> _WORK ITEM_
Search the entries for the line containing "for k in range(K)]". Repeat it, then every line after it, exactly through the final line.

/---

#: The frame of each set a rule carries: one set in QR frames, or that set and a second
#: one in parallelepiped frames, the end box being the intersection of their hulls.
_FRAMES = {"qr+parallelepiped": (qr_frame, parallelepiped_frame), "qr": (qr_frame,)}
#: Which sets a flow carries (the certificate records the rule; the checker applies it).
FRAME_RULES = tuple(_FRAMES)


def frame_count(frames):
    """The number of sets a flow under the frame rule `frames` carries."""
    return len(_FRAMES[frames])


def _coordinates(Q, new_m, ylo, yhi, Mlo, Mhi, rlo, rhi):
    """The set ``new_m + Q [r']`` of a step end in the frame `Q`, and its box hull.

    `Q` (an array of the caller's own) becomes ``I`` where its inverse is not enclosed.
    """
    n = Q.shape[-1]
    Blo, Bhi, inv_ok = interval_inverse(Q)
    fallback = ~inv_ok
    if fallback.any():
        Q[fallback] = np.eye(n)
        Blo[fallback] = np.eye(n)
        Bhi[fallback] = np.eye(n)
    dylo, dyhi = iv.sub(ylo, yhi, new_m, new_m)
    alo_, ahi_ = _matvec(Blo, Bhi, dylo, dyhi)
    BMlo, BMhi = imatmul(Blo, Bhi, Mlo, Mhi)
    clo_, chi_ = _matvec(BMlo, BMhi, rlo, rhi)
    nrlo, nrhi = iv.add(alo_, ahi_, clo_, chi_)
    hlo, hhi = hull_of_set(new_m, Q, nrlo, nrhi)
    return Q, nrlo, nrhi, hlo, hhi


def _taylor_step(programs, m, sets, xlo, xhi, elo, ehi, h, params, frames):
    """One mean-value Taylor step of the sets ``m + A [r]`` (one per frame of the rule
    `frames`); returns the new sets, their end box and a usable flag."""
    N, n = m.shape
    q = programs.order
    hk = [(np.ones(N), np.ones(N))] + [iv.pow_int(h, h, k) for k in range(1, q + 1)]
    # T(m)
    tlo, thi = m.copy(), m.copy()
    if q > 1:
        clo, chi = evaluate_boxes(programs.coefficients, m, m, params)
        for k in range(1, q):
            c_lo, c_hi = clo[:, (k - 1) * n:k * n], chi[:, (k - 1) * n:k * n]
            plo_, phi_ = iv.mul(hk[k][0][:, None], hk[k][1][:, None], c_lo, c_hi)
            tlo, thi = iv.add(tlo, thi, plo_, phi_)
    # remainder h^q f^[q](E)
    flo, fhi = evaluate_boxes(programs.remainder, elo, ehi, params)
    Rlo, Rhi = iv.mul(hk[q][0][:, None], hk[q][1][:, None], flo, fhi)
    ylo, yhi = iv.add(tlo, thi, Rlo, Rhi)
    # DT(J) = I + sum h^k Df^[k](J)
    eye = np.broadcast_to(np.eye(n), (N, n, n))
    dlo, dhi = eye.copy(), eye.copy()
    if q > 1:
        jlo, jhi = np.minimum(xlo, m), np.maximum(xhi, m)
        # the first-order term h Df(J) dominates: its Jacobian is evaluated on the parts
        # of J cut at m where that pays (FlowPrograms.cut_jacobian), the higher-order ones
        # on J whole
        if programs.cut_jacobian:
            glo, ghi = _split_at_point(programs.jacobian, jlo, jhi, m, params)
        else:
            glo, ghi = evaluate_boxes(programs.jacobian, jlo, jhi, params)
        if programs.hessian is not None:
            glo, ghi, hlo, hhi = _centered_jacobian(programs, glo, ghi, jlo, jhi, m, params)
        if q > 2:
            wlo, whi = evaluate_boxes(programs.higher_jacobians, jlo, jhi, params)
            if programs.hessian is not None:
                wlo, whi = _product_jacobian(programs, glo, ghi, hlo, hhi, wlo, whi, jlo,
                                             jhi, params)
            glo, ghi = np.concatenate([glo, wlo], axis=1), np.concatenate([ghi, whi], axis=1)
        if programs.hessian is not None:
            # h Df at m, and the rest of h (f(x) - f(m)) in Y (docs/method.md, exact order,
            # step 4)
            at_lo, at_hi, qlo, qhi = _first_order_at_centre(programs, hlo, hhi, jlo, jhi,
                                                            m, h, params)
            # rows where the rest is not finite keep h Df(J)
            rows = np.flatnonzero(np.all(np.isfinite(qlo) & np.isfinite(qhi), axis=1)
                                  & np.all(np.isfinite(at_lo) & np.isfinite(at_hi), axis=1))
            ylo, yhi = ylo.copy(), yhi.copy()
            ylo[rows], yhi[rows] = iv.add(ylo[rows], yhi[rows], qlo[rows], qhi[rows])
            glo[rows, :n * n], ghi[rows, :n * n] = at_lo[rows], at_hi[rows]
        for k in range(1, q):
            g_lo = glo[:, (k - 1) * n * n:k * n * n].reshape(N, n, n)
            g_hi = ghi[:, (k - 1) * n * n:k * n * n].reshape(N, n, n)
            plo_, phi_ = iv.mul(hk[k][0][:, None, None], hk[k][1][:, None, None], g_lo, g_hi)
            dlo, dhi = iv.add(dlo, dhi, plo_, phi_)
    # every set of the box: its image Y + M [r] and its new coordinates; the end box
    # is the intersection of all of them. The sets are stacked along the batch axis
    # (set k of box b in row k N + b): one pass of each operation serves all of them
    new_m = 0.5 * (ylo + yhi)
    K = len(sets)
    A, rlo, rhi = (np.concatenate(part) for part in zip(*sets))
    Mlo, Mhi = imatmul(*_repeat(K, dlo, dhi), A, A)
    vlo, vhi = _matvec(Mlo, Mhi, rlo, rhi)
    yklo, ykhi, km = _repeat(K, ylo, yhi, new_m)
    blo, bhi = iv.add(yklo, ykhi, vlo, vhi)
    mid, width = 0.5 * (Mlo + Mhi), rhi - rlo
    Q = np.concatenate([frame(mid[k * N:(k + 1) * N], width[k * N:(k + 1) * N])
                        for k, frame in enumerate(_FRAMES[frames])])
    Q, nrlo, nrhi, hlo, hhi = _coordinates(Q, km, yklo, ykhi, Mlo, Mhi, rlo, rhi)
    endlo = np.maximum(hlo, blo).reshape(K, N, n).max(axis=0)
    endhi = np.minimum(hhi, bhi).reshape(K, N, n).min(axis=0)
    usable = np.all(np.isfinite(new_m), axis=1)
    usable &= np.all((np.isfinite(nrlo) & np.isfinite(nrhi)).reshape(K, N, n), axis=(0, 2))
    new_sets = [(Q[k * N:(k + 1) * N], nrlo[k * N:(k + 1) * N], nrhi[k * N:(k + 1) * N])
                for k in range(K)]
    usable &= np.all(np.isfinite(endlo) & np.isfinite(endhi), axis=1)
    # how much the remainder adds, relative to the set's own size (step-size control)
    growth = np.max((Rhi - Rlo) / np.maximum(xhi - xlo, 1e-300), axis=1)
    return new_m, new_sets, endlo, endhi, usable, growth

\---

> _YOUR SOLUTION_
                for k in range(K)]
    usable &= np.all(np.isfinite(endlo) & np.isfinite(endhi), axis=1)
    # how much the remainder adds, relative to the set's own size (step-size control)
    growth = np.max((Rhi - Rlo) / np.maximum(xhi - xlo, 1e-300), axis=1)
    return new_m, new_sets, endlo, endhi, usable, growth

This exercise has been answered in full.